Hubbard is ranked 4th all time in NFL history in yards per carry (4.8) for fullbacks and is 13th overall. “Marv was one of the toughest players to ever play for the Raiders. I’ve never seen anyone look for contact and then actually enjoy it”. The wars between Hubbard’s Raiders and the Chiefs and their bulldozer Ed Podolak were much awaited games for NFL fans everywhere. Hubbard had a knack of hitting holes perfectly and getting every yard that he could out of runs.
Marv never left the bay area and he had a lot of interactions with fans. He loved muscle cars and could always be seen waving to appreciative fans everywhere. His death last year was a sad end to an amazing life. He also released two music singles. Smart and outgoing, he will never be forgotten.
Another fan favorite, the USC product was a key member of the famous Soul Patrol defensive backfield of the Oakland Raiders. His physical play was as intimidating as any DB before or since. Thomas could play safety or cornerback but his play in the Super Bowl shutting out Vikings WR great Sammy White in the first half will always be remembered as one of the key’s to a huge Super Bowl win. He played his entire career in Oakland and he had back to back 6 interception years. No one will ever forget Dr. Death.
#8 Dave Dalby C: (1972; 4th round 100 overall)

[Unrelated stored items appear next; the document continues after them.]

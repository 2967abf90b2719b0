package mixing

import (
	"errors"
	"fmt"
	"math"

	"github.com/antipode-color/antipode/colorimetry"
	"gonum.org/v1/gonum/mat"
)

// ErrSingularPrimaries reports display primaries whose chromaticities are
// collinear (or a white on a side of their triangle), so that no RGB→XYZ
// matrix exists.
var ErrSingularPrimaries = errors.New("display primaries are collinear: no RGB to XYZ matrix")

// ErrWhiteOutsidePrimaries reports a display white that no positive mix of
// the primaries gives: it lies outside (or on a side of) their triangle.
var ErrWhiteOutsidePrimaries = errors.New("the white lies outside the primaries' triangle: no positive mix of them gives it")

// DisplayMatrix returns the 3×3 matrix M that takes a display's linear
// RGB (each 0–1, full drive = 1) to CIE XYZ, from the chromaticities of
// its red, green and blue primaries and of its white (R = G = B = 1),
// whose luminance is whiteY (100 for the usual relative scale, or the
// measured cd/m²). The method is that of SMPTE RP 177-1993: with P the
// matrix whose columns are the primaries' (x, y, 1 − x − y) and W the
// white's XYZ, the column scales are C = P⁻¹·W and M = P·diag(C). Rows of
// M are X, Y, Z; columns R, G, B.
//
// It returns an error for a chromaticity that is not finite or has y ≤ 0,
// a whiteY that is not positive and finite, ErrSingularPrimaries for
// collinear primaries, and ErrWhiteOutsidePrimaries for a white that needs
// a primary at zero or negative luminance.
func DisplayMatrix(r, g, b, white colorimetry.XY, whiteY float64) ([3][3]float64, error) {
	var out [3][3]float64
	for _, c := range []struct {
		name string
		xy   colorimetry.XY
	}{{"red", r}, {"green", g}, {"blue", b}, {"white", white}} {
		if !lightFinite(c.xy.X) || !lightFinite(c.xy.Y) || !(c.xy.Y > 0) {
			return out, fmt.Errorf("display matrix: %s chromaticity (%g, %g) is not valid", c.name, c.xy.X, c.xy.Y)
		}
	}
	if !(whiteY > 0) || math.IsInf(whiteY, 0) {
		return out, fmt.Errorf("display matrix: white luminance %g must be positive and finite", whiteY)
	}
	p := mat.NewDense(3, 3, []float64{
		r.X, g.X, b.X,
		r.Y, g.Y, b.Y,
		1 - r.X - r.Y, 1 - g.X - g.Y, 1 - b.X - b.Y,
	})
	w, _ := white.XYZ(whiteY)
	var c mat.VecDense
	if err := c.SolveVec(p, mat.NewVecDense(3, []float64{w.X, w.Y, w.Z})); err != nil {
		return out, fmt.Errorf("display matrix: %w", ErrSingularPrimaries)
	}
	for j := range 3 {
		if !(c.AtVec(j) > 0) {
			return out, fmt.Errorf("display matrix: white (%g, %g): %w", white.X, white.Y, ErrWhiteOutsidePrimaries)
		}
		for i := range 3 {
			out[i][j] = p.At(i, j) * c.AtVec(j)
		}
	}
	return out, nil
}

// WhiteBalance is the result of WhiteBalanceGains.
type WhiteBalance struct {
	// Gains are the R, G, B drive multipliers (linear, 0–1, the largest
	// 1) that give the target white as bright as the display allows.
	Gains [3]float64
	// Y is the luminance of the balanced white, on the scale of the
	// matrix's Y.
	Y float64
	// Reachable is false when the target lies outside the primaries'
	// triangle; Gains then hold the nearest corner-clipped mix (negative
	// gains set to 0).
	Reachable bool
	// DeltaUVPrime is the distance in the CIE 1976 UCS diagram from the
	// balanced white to the target (0 when reachable, to rounding).
	DeltaUVPrime float64
}

// WhiteBalanceGains returns the linear RGB gains that make a display with
// RGB→XYZ matrix m (see DisplayMatrix) show the target white chromaticity
// at the largest luminance: RGB ∝ M⁻¹·XYZ(target), scaled so that the
// largest gain is 1. It returns ErrSingularPrimaries for a singular m and
// an error for a target chromaticity with y ≤ 0 or not finite. A target
// outside the primaries' triangle is not an error (see
// WhiteBalance.Reachable).
func WhiteBalanceGains(m [3][3]float64, target colorimetry.XY) (WhiteBalance, error) {
	if !lightFinite(target.X) || !lightFinite(target.Y) || !(target.Y > 0) {
		return WhiteBalance{}, fmt.Errorf("white balance: target chromaticity (%g, %g) is not valid", target.X, target.Y)
	}
	a := mat.NewDense(3, 3, []float64{m[0][0], m[0][1], m[0][2], m[1][0], m[1][1], m[1][2], m[2][0], m[2][1], m[2][2]})
	t, _ := target.XYZ(1)
	var rgb mat.VecDense
	if err := rgb.SolveVec(a, mat.NewVecDense(3, []float64{t.X, t.Y, t.Z})); err != nil {
		return WhiteBalance{}, fmt.Errorf("white balance: %w", ErrSingularPrimaries)
	}
	wb := WhiteBalance{Reachable: true}
	var top float64
	for i := range 3 {
		v := rgb.AtVec(i)
		if v < 0 {
			// Beyond the triangle: a negative drive cannot be shown.
			if v < -1e-12*math.Abs(rgb.AtVec(0)+rgb.AtVec(1)+rgb.AtVec(2)) {
				wb.Reachable = false
			}
			v = 0
		}
		wb.Gains[i] = v
		top = math.Max(top, v)
	}
	if !(top > 0) {
		return WhiteBalance{Reachable: false}, fmt.Errorf("white balance: no positive mix of the primaries approaches (%g, %g)", target.X, target.Y)
	}
	var c colorimetry.XYZ
	for i := range 3 {
		wb.Gains[i] /= top
		c = c.Add(colorimetry.XYZ{X: m[0][i], Y: m[1][i], Z: m[2][i]}.Scale(wb.Gains[i]))
	}
	wb.Y = c.Y
	if uv, err := c.UVPrime(); err == nil {
		wb.DeltaUVPrime = colorimetry.DeltaUVPrime(uv, target.UVPrime())
	}
	return wb, nil
}
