package mixing

import (
	"bytes"
	"errors"
	"fmt"
	"math"
	"math/rand/v2"
	"strings"
	"testing"

	"github.com/antipode-color/antipode/cie"
	"github.com/antipode-color/antipode/colorimetry"
	"github.com/antipode-color/antipode/colorimetry/specio"
	"gonum.org/v1/gonum/floats/scalar"
	"gonum.org/v1/gonum/mat"
	"gonum.org/v1/gonum/optimize/convex/lp"
)

// The tests build synthetic rigs of Gaussian emitters on 380–780 nm at
// 5 nm. Synthetic calibration data made from a known model plus seeded
// noise is how "the fit recovers known parameters" is checked.

var ltGrid = colorimetry.Grid{Start: 380, Step: 5, N: 81}

// ltGauss returns a Gaussian band of the given centre and full width at
// half maximum (nm), peak height peak.
func ltGauss(t *testing.T, centre, fwhm, peak float64) colorimetry.Spectrum {
	t.Helper()
	v := make([]float64, ltGrid.N)
	s := fwhm / 2.3548
	for k := range v {
		d := (ltGrid.Wavelength(k) - centre) / s
		v[k] = peak * math.Exp(-0.5*d*d)
	}
	sp, err := colorimetry.NewSpectrumOnGrid(ltGrid, v, colorimetry.Options{})
	if err != nil {
		t.Fatal(err)
	}
	return sp
}

// ltBand describes one synthetic emitter.
type ltBand struct {
	name               string
	centre, fwhm, peak float64
}

// ltRGBAL is a five-channel rig: red, green, blue, amber, lime.
var ltRGBAL = []ltBand{
	{"red", 630, 20, 1.0}, {"green", 525, 32, 0.8}, {"blue", 455, 22, 1.1},
	{"amber", 592, 16, 0.9}, {"lime", 560, 90, 0.7},
}

// ltRig returns a model of the bands with the given responses (linear
// when nil) and dark spectrum.
func ltRig(t *testing.T, bands []ltBand, resp []LightResponse, dark colorimetry.Spectrum) *Lights {
	t.Helper()
	var ch []LightChannel
	for i, b := range bands {
		c := LightChannel{Name: b.name, Spectrum: ltGauss(t, b.centre, b.fwhm, b.peak)}
		if resp != nil {
			c.Response = resp[i]
		}
		ch = append(ch, c)
	}
	m, err := NewLights(ch, dark, false)
	if err != nil {
		t.Fatal(err)
	}
	return m
}

// ltXYZ computes the tristimulus values of a spectrum independently of
// the model (colorimetry's light weights on the computation grid), on the
// model's scale.
func ltXYZ(t *testing.T, m *Lights, s colorimetry.Spectrum) colorimetry.XYZ {
	t.Helper()
	w, err := colorimetry.NewLightWeights(cie.CIE1931(), colorimetry.ComputationGrid(s.Grid()))
	if err != nil {
		t.Fatal(err)
	}
	c, err := w.XYZ(s)
	if err != nil {
		t.Fatal(err)
	}
	k, err := m.Scale(cie.CIE1931())
	if err != nil {
		t.Fatal(err)
	}
	return c.Scale(k)
}

// ltTotal returns the spectrum of a recipe plus the added light.
func ltTotal(t *testing.T, m *Lights, r Recipe, add colorimetry.Spectrum) colorimetry.Spectrum {
	t.Helper()
	s, err := m.Spectrum(r.Amounts)
	if err != nil {
		t.Fatal(err)
	}
	if !add.IsZero() {
		if s, err = colorimetry.Add(s, add); err != nil {
			t.Fatal(err)
		}
	}
	return s
}

// ltOutputs returns the relative outputs of a recipe.
func ltOutputs(t *testing.T, m *Lights, r Recipe) []float64 {
	t.Helper()
	w, err := m.Outputs(r.Amounts)
	if err != nil {
		t.Fatal(err)
	}
	return w
}

func TestDisplayMatrixSRGB(t *testing.T) {
	t.Parallel()
	// IEC 61966-2-1:1999 primaries and D65 white, and its RGB→XYZ matrix
	// as printed to 4 decimals (from memory). The standard rounds to 4
	// decimals, so the tolerance is half a unit in the 4th decimal.
	m, err := DisplayMatrix(colorimetry.XY{X: 0.64, Y: 0.33}, colorimetry.XY{X: 0.30, Y: 0.60},
		colorimetry.XY{X: 0.15, Y: 0.06}, colorimetry.XY{X: 0.3127, Y: 0.3290}, 1)
	if err != nil {
		t.Fatal(err)
	}
	want := [3][3]float64{
		{0.4124, 0.3576, 0.1805},
		{0.2126, 0.7152, 0.0722},
		{0.0193, 0.1192, 0.9505},
	}
	for i := range 3 {
		for j := range 3 {
			if !scalar.EqualWithinAbsOrRel(m[i][j], want[i][j], 5e-5, 0) {
				t.Errorf("M[%d][%d] = %.6f, want %.4f", i, j, m[i][j], want[i][j])
			}
		}
	}
	// Mathematical invariant: R = G = B = 1 gives the white at Y = 1.
	w, _ := colorimetry.XY{X: 0.3127, Y: 0.3290}.XYZ(1)
	sum := [3]float64{m[0][0] + m[0][1] + m[0][2], m[1][0] + m[1][1] + m[1][2], m[2][0] + m[2][1] + m[2][2]}
	for i, v := range []float64{w.X, w.Y, w.Z} {
		if !scalar.EqualWithinAbsOrRel(sum[i], v, 1e-14, 1e-14) {
			t.Errorf("row %d sums to %v, white %v", i, sum[i], v)
		}
	}
	if _, err := DisplayMatrix(colorimetry.XY{X: 0.2, Y: 0.2}, colorimetry.XY{X: 0.3, Y: 0.3},
		colorimetry.XY{X: 0.4, Y: 0.4}, colorimetry.XY{X: 0.3127, Y: 0.3290}, 1); !errors.Is(err, ErrSingularPrimaries) {
		t.Errorf("collinear primaries: %v", err)
	}
}
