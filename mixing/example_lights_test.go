package mixing_test

import (
	"fmt"
	"math"

	"github.com/antipode-color/antipode/cie"
	"github.com/antipode-color/antipode/colorimetry"
	"github.com/antipode-color/antipode/mixing"
)

// lightsBand returns a Gaussian emission band on 380–780 nm at 5 nm.
func lightsBand(centre, fwhm, peak float64) colorimetry.Spectrum {
	g := colorimetry.Grid{Start: 380, Step: 5, N: 81}
	v := make([]float64, g.N)
	for k := range v {
		d := (g.Wavelength(k) - centre) / (fwhm / 2.3548)
		v[k] = peak * math.Exp(-0.5*d*d)
	}
	s, err := colorimetry.NewSpectrumOnGrid(g, v, colorimetry.Options{})
	if err != nil {
		panic(err)
	}
	return s
}

// lightsExampleRig is an invented five-channel LED rig with a gamma of 2.2.
func lightsExampleRig() *mixing.Lights {
	gamma, _ := mixing.PowerResponse(2.2)
	var ch []mixing.LightChannel
	for _, b := range []struct {
		name               string
		centre, fwhm, peak float64
	}{{"red", 630, 20, 1}, {"green", 525, 32, 0.8}, {"blue", 455, 22, 1.1}, {"amber", 592, 16, 0.9}, {"lime", 560, 90, 0.7}} {
		ch = append(ch, mixing.LightChannel{Name: b.name, Spectrum: lightsBand(b.centre, b.fwhm, b.peak), Response: gamma})
	}
	m, err := mixing.NewLights(ch, colorimetry.Spectrum{}, false)
	if err != nil {
		panic(err)
	}
	return m
}

func ExampleDisplayMatrix() {
	// The sRGB primaries and D65 white of IEC 61966-2-1.
	m, err := mixing.DisplayMatrix(
		colorimetry.XY{X: 0.64, Y: 0.33}, colorimetry.XY{X: 0.30, Y: 0.60},
		colorimetry.XY{X: 0.15, Y: 0.06}, colorimetry.XY{X: 0.3127, Y: 0.3290}, 1)
	if err != nil {
		fmt.Println(err)
		return
	}
	for _, row := range m {
		fmt.Printf("%.4f %.4f %.4f\n", row[0], row[1], row[2])
	}
	// Output:
	// 0.4124 0.3576 0.1805
	// 0.2126 0.7152 0.0722
	// 0.0193 0.1192 0.9505
}

func ExampleWhiteBalanceGains() {
	d65 := colorimetry.XY{X: 0.3127, Y: 0.3290}
	m, _ := mixing.DisplayMatrix(colorimetry.XY{X: 0.64, Y: 0.33}, colorimetry.XY{X: 0.30, Y: 0.60},
		colorimetry.XY{X: 0.15, Y: 0.06}, d65, 100)
	// Balance the display to the chromaticity of CIE illuminant A.
	a := colorimetry.XY{X: 0.44757, Y: 0.40745}
	wb, err := mixing.WhiteBalanceGains(m, a)
	if err != nil {
		fmt.Println(err)
		return
	}
	fmt.Printf("gains R %.3f G %.3f B %.3f, Y %.1f, reachable %v\n", wb.Gains[0], wb.Gains[1], wb.Gains[2], wb.Y, wb.Reachable)
	// Output:
	// gains R 1.000 G 0.448 B 0.126, Y 54.2, reachable true
}

func ExampleLights_Solve() {
	m := lightsExampleRig()
	obs := cie.CIE1931()
	xy, err := mixing.LightTargetCCT(obs, 4000, 0)
	if err != nil {
		fmt.Println(err)
		return
	}
	sol, err := m.Solve(mixing.LightTarget{XY: xy}, mixing.LightSolveOptions{Observer: obs})
	if err != nil {
		fmt.Println(err)
		return
	}
	for _, r := range sol.Recipes {
		fmt.Printf("%s:", r.Extra["strategy"])
		for _, a := range r.Amounts {
			fmt.Printf(" %s %.3f", a.Name, a.Value)
		}
		fmt.Printf(", Y %.1f, %.0f lm/W, Δu′v′ < 1e-9: %v\n", r.Extra["Y"], r.Extra["efficacy_lm_per_w"], r.Extra["delta_uv_prime"].(float64) < 1e-9)
	}
	// Output:
	// max luminance: red 1.000 green 0.546 blue 1.000 amber 0.992 lime 1.000, Y 82.9, 371 lm/W, Δu′v′ < 1e-9: true
	// max efficacy: red 0.000 green 0.000 blue 0.759 amber 1.000 lime 0.765, Y 44.8, 409 lm/W, Δu′v′ < 1e-9: true
	// closest to reference: red 0.954 green 0.000 blue 0.916 amber 0.666 lime 1.000, Y 68.8, 368 lm/W, Δu′v′ < 1e-9: true
}

func ExampleFitLights() {
	// Synthetic ramps of one channel with w = d^2.2 and no noise.
	s := lightsBand(630, 20, 1)
	var samples []mixing.RampSample
	for _, d := range []float64{0.25, 0.5, 0.75, 1} {
		samples = append(samples, mixing.RampSample{Name: fmt.Sprintf("red@%g", d), Channel: "red", Drive: d, Spectrum: s.Scale(math.Pow(d, 2.2))})
	}
	m, err := mixing.FitLights(samples, mixing.LightsFitOptions{})
	if err != nil {
		fmt.Println(err)
		return
	}
	g, _ := m.Channel(0).Response.Gamma()
	fmt.Printf("gamma %.4f\n", g)
	fmt.Println(m.Report().Warnings)
	// Output:
	// gamma 2.2000
	// [no dark measurement: the dark spectrum is taken as zero]
}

Another beloved Raider who left us too soon, he is on UCLA’s all century team. He played 14 seasons and NEVER missed a game. He replaced hall of famer Jim Otto and many feel Dave Dalby deserves that same honor. He made one pro bowl and he started on 3 Super Bowl winning teams. I still see his friends talking about him at times online. A kind person who is really missed.
#7 Clarence Davis RB: (1971; 4th round 97 overall)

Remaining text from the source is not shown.